Seeing Susan Sarandon as a guru was a real treat, even if she overstayed her welcome a little with her gross, judgmental, flaky character. Why on Earth would she ever want to have sex with Paul? GROSS. We also liked Victor Garber as the gay phone sex operator Shawn supplanted. Why is he always gay on Showtime? Hahaha. Shawn is the superior operator. It’s all about being shameless.
The adoption storyline came out of left field for us. Yeah, they need another baby. /sarcasm. Because Adam turned out to be such a GEM. It’s a bad idea, and it’s not about a baby. Cathy feels like if she has a baby, she has to be alive to raise it. A tad selfish, but understandable. At least it brought us Meryl Streep’s daughter who we loved on Off the Map. We liked it a lot better than the plotline where Paul rubbed noses with famous people. Paul’s foray into motivational speaking was painful to watch. He’s good when he’s real though. That whole plotline just made this feel like a different, quirkier show, and we liked the show’s tone the way it was.

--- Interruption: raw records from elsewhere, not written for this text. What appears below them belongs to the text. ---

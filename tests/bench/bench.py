#!/usr/bin/env python3
"""Benchmark, not a test: Turnover (the release `turnover` binary, whole
processes) against SciPy's curve_fit on the same invented data sets,
written here from a seeded generator and read by both. Prints each case's
time per curve for both and the ratio Turnover/SciPy (below 1: Turnover is
faster).

What is timed:
- Turnover: `turnover fit FILE --group-by curve --threads 1 --format tsv`
  on a file of R copies of the case (each with its own noise), divided by
  R: reading, fitting, standard errors, t intervals, R², AICc, flags and
  writing, plus one process start shared by the R curves.
- SciPy: a Python loop of curve_fit (Levenberg-Marquardt, with the
  covariance) over the same R curves, from a starting guess at 1.5 times
  the true values (curve_fit needs one; Turnover finds its own), plus the
  t intervals; the data are already in memory.
- bootstrap: one process fitting a 12-point Michaelis-Menten curve with
  2,000 residual resamples, against a SciPy loop of 2,000 curve_fit calls
  on the same kind of resamples.
- batch: 10,000 ten-point dose-response curves, the whole `turnover`
  process (default threads, and --threads 1) against the SciPy loop.

A second table compares the two in-process, per call, on the same files:
- Turnover: the `fit_timing` example of turnover-core (FIT_TIMING_BIN),
  which reads the file once and times `fit_model` (starting values, fit,
  SEs, t intervals, R², AICc, bias) on every curve, the fastest of several
  passes; for the bootstrap, a fit plus bootstrap intervals from the
  resamples (`apply_interval_method`).
- SciPy: the same loop of curve_fit plus t intervals as above (already in
  process), the fastest of several passes; for the bootstrap, the loop of
  curve_fit calls on resamples.

Usage: TURNOVER_BIN=target/release/turnover \
       FIT_TIMING_BIN=target/release/examples/fit_timing python3 tests/bench/bench.py
"""
import os
import subprocess
import sys
import tempfile
import time

import numpy as np
from scipy.optimize import curve_fit
from scipy.stats import t as student_t

BIN = os.environ.get("TURNOVER_BIN", "target/release/turnover")
TIMING_BIN = os.environ.get("FIT_TIMING_BIN", "target/release/examples/fit_timing")
OUT = tempfile.mkdtemp(prefix="turnover-bench-")
# BENCH_QUICK=1 shrinks every case (a check that the script runs, not a benchmark).
QUICK = bool(os.environ.get("BENCH_QUICK"))
BATCH = 200 if QUICK else 10_000
RESAMPLES = 100 if QUICK else 2000
# Passes of each in-process loop; the fastest counts.
PASSES = 2 if QUICK else 7
rng = np.random.default_rng(20261202)


def mm(s, vmax, km):
    return vmax * s / (km + s)


def mixed(x, vmax, km, kic, kiu):
    s, i = x
    return vmax * s / (km * (1 + i / kic) + s * (1 + i / kiu))


def logistic(i, bottom, top, ic50, h):
    return bottom + (top - bottom) / (1 + (i / ic50) ** h)


E_T = 5.0


def morrison(i, v0, ki):
    b = E_T + i + ki
    return v0 * (1 - (b - np.sqrt(b * b - 4 * E_T * i)) / (2 * E_T))


def cases():
    """(name, model, header, x columns, f, truth, copies, extra args)."""
    s12 = np.array([0.5, 1, 2, 3, 5, 7.5, 10, 15, 20, 30, 50, 100.0])
    s7 = np.array([2, 4, 8, 16, 32, 64, 128.0])
    i4 = np.array([0, 5, 15, 45.0])
    ss, ii = np.meshgrid(s7, i4)
    i30 = 100.0 / 1.6 ** np.arange(30)
    i12 = np.array([0, 1, 2, 4, 6, 8, 10, 15, 20, 30, 50, 100.0])
    return [
        ("MM, 12 points", "mm", "[S] (µM)\tv (µM/min)", [s12], lambda x, *p: mm(x[0], *p), (10.0, 8.0), 500, []),
        ("mixed, 28 points", "mixed", "[S] (µM)\t[I] (µM)\tv (µM/min)", [ss.ravel(), ii.ravel()],
         lambda x, *p: mixed(x, *p), (10.0, 20.0, 10.0, 40.0), 100, []),
        ("logistic, 30 points", "ic50", "[I] (µM)\t% activity", [i30], lambda x, *p: logistic(x[0], *p), (2.0, 100.0, 1.5, 1.0), 500, []),
        ("Morrison, 12 points", "morrison", "[I] (nM)\tv", [i12], lambda x, *p: morrison(x[0], *p), (10.0, 3.0), 500, ["--enzyme", str(E_T)]),
    ]


def noisy(f, xs, truth, sd):
    y = f(xs, *truth)
    return y + sd * np.abs(y).max() * rng.standard_normal(y.shape)


def write_batch(path, header, xs, ys):
    with open(path, "w") as out:
        out.write("curve\t" + header + "\n")
        for k, y in enumerate(ys):
            for j in range(len(y)):
                cells = [repr(float(c[j])) for c in xs] + [repr(float(y[j]))]
                out.write(f"c{k}\t" + "\t".join(cells) + "\n")


def time_process(args, repeats=3):
    best = float("inf")
    for _ in range(repeats):
        t0 = time.perf_counter()
        done = subprocess.run(args, stdout=subprocess.DEVNULL, stderr=subprocess.PIPE)
        best = min(best, time.perf_counter() - t0)
        if done.returncode not in (0, 3):
            sys.exit(f"turnover failed: {done.stderr.decode()}")
    return best


def scipy_fit(f, x, y, p0):
    p, cov = curve_fit(f, x, y, p0=p0, maxfev=10000)
    dof = len(y) - len(p)
    se = np.sqrt(np.diag(cov))
    q = student_t.ppf(0.975, dof)
    return p, se, p - q * se, p + q * se


def time_scipy(f, xs, ys, p0, repeats=3):
    x = np.vstack(xs)
    best = float("inf")
    for _ in range(repeats):
        t0 = time.perf_counter()
        for y in ys:
            try:
                scipy_fit(f, x, y, p0)
            except RuntimeError:
                pass
        best = min(best, time.perf_counter() - t0)
    return best


def main():
    rows = []
    inprocess = []
    for name, model, header, xs, f, truth, copies, extra in cases():
        copies = max(2, copies // 50) if QUICK else copies
        ys = [noisy(f, np.vstack(xs), truth, 0.02) for _ in range(copies)]
        path = os.path.join(OUT, model + ".tsv")
        write_batch(path, header, xs, ys)
        ours = time_process([BIN, "fit", path, "--group-by", "curve", "--model", model, "--threads", "1", "--format", "tsv", "--lenient", *extra]) / copies
        theirs = time_scipy(f, xs, ys, tuple(1.5 * v for v in truth), repeats=PASSES) / copies
        rows.append((name, ours, theirs))
        inprocess.append((name, in_process(model, path, extra, "seconds_per_fit"), theirs))

    # Bootstrap: 2,000 residual resamples of one 12-point MM curve.
    name, model, header, xs, f, truth, _, _ = cases()[0]
    x = xs[0]
    y = noisy(f, np.vstack(xs), truth, 0.02)
    path = os.path.join(OUT, "bootstrap.tsv")
    with open(path, "w") as out:
        out.write(header + "\n" + "".join(f"{float(a)!r}\t{float(b)!r}\n" for a, b in zip(x, y)))
    ours = time_process([BIN, "fit", path, "--ci", "bootstrap", "--resamples", str(RESAMPLES), "--json"])
    theirs = float("inf")
    # A pass is 2,000 curve_fit calls (a few tenths of a second): three do.
    for _ in range(1 if QUICK else 3):
        t0 = time.perf_counter()
        p, _ = curve_fit(mm, x, y, p0=(15.0, 12.0))
        fitted = mm(x, *p)
        residuals = y - fitted
        for _ in range(RESAMPLES):
            resample = fitted + rng.choice(residuals, size=len(residuals), replace=True)
            try:
                curve_fit(mm, x, resample, p0=p)
            except RuntimeError:
                pass
        theirs = min(theirs, time.perf_counter() - t0)
    rows.append((f"bootstrap, {RESAMPLES:,} resamples", ours, theirs))
    inprocess.append((f"bootstrap, {RESAMPLES:,} resamples", in_process(model, path, ["--bootstrap", str(RESAMPLES)], "seconds_per_bootstrap"), theirs))

    # Batch: 10,000 ten-point dose-response curves.
    doses = 100.0 / 3.0 ** np.arange(10)
    truths = [(0.0, 100.0, 10 ** rng.uniform(-1.5, 1.0), 1.0) for _ in range(BATCH)]
    ys = [logistic(doses, *t) + 3.0 * rng.standard_normal(10) for t in truths]
    path = os.path.join(OUT, "batch.tsv")
    write_batch(path, "[I] (µM)\t% activity", [doses], ys)
    batch_args = [BIN, "fit", path, "--group-by", "curve", "--model", "ic50", "--format", "tsv", "--lenient"]
    ours_all = time_process(batch_args, repeats=1)
    ours_one = time_process(batch_args + ["--threads", "1"], repeats=1)
    t0 = time.perf_counter()
    for y in ys:
        try:
            scipy_fit(logistic, doses, y, (0.0, 100.0, 1.0, 1.0))
        except RuntimeError:
            pass
    theirs = time.perf_counter() - t0
    rows.append((f"batch of {BATCH:,} curves, 1 thread", ours_one, theirs))
    rows.append((f"batch of {BATCH:,} curves, {os.cpu_count()} threads", ours_all, theirs))

    print(f"machine: {os.cpu_count()} logical CPUs; {platform_line()}")
    print(f"{'case':<34} {'Turnover':>12} {'SciPy':>12} {'Turnover/SciPy':>15}")
    for name, ours, theirs in rows:
        print(f"{name:<34} {fmt(ours):>12} {fmt(theirs):>12} {ours / theirs:>15.3f}")
    print()
    print("in process, per call (Turnover: fit_model in Rust; SciPy: curve_fit in Python; fastest of "
          f"{PASSES} passes)")
    print(f"{'case':<34} {'Turnover':>12} {'SciPy':>12} {'Turnover/SciPy':>15} {'SciPy/Turnover':>15}")
    for name, ours, theirs in inprocess:
        print(f"{name:<34} {fmt_small(ours):>12} {fmt_small(theirs):>12} {ours / theirs:>15.4f} {theirs / ours:>15.1f}")
    rate = BATCH / ours_all
    print(f"batch rate: {rate:,.0f} dose-response curves/s; 10^6 curves would take about "
          f"{1e6 / rate / 60:.1f} min (extrapolated from the {BATCH:,}-curve run, not measured)")


def in_process(model, path, extra, key):
    """Seconds per call from the fit_timing example (see the docstring)."""
    args = [TIMING_BIN, "--model", model, "--file", path, "--repeats", str(PASSES)]
    args += [a for a in extra if a != "--lenient"]
    done = subprocess.run(args, capture_output=True, text=True)
    if done.returncode != 0:
        sys.exit(f"fit_timing failed: {done.stderr}")
    for line in done.stdout.splitlines():
        if line.startswith(key + " "):
            return float(line.split()[1])
    sys.exit(f"fit_timing printed no {key}: {done.stdout}")


def fmt_small(seconds):
    return f"{seconds * 1e6:.2f} µs" if seconds < 1e-3 else fmt(seconds)


def fmt(seconds):
    return f"{seconds * 1e3:.3f} ms" if seconds < 1 else f"{seconds:.2f} s"


def platform_line():
    try:
        with open("/proc/cpuinfo") as info:
            for line in info:
                if line.startswith("model name"):
                    return line.split(":", 1)[1].strip()
    except OSError:
        pass
    import platform
    return platform.processor() or platform.machine()


if __name__ == "__main__":
    main()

Another good guest star was Brian D’Arcy James from Broadway and Smash as the gay guy who comes to meet Shawn. We still haven’t gotten to hear him sing on TV though and WHY ELSE would you have him? It’s not like he’s hot. It’s the voice that makes him, not the Devil’s threesome abilities. Throuples are going to be the new thing. That was hilarious.
We can’t believe Adam pissed all over the storage locker gifts. That was the best part of season one and it made us cry hard. Adam has TAINTED it. Despite hating him, we were embarrassed for Adam when his mother stole the car. We loved when she stole the car though. So many mixed feelings! We started suspecting baby-daddy Dave was trying to leech money from Cathy in the seventh episode, but we had no idea that Maxine wasn’t actually pregnant. So wrong! Someone should have told them, like Andrea said, “You don’t want to get on the wrong side of Mrs. J.” The Big C ripped off more teen entertainment by having Susan Sarandon get hit by a bus, like Regina George before her. Thank God though. It was time.
We didn’t feel bad for Paul at all when he discovered the bar. We get it. Cathy needs it. Hell, WE need something like that, and we aren’t even dying of cancer. We usually hate when TV shows have their finales set on vacation, because it feels lazy and hardly ever drives the plot. But this wasn’t lazy at all. We liked that Andrea realized her name and new identity were stupid. We loved when Cathy realized that she was unhappy. We hope she ditches Paul and her son completely and finds some peace before she dies. The Angel boat stuff was cute. We were shocked when she swam back to him. What does she think she’s going to do? We guess we’ll see next year.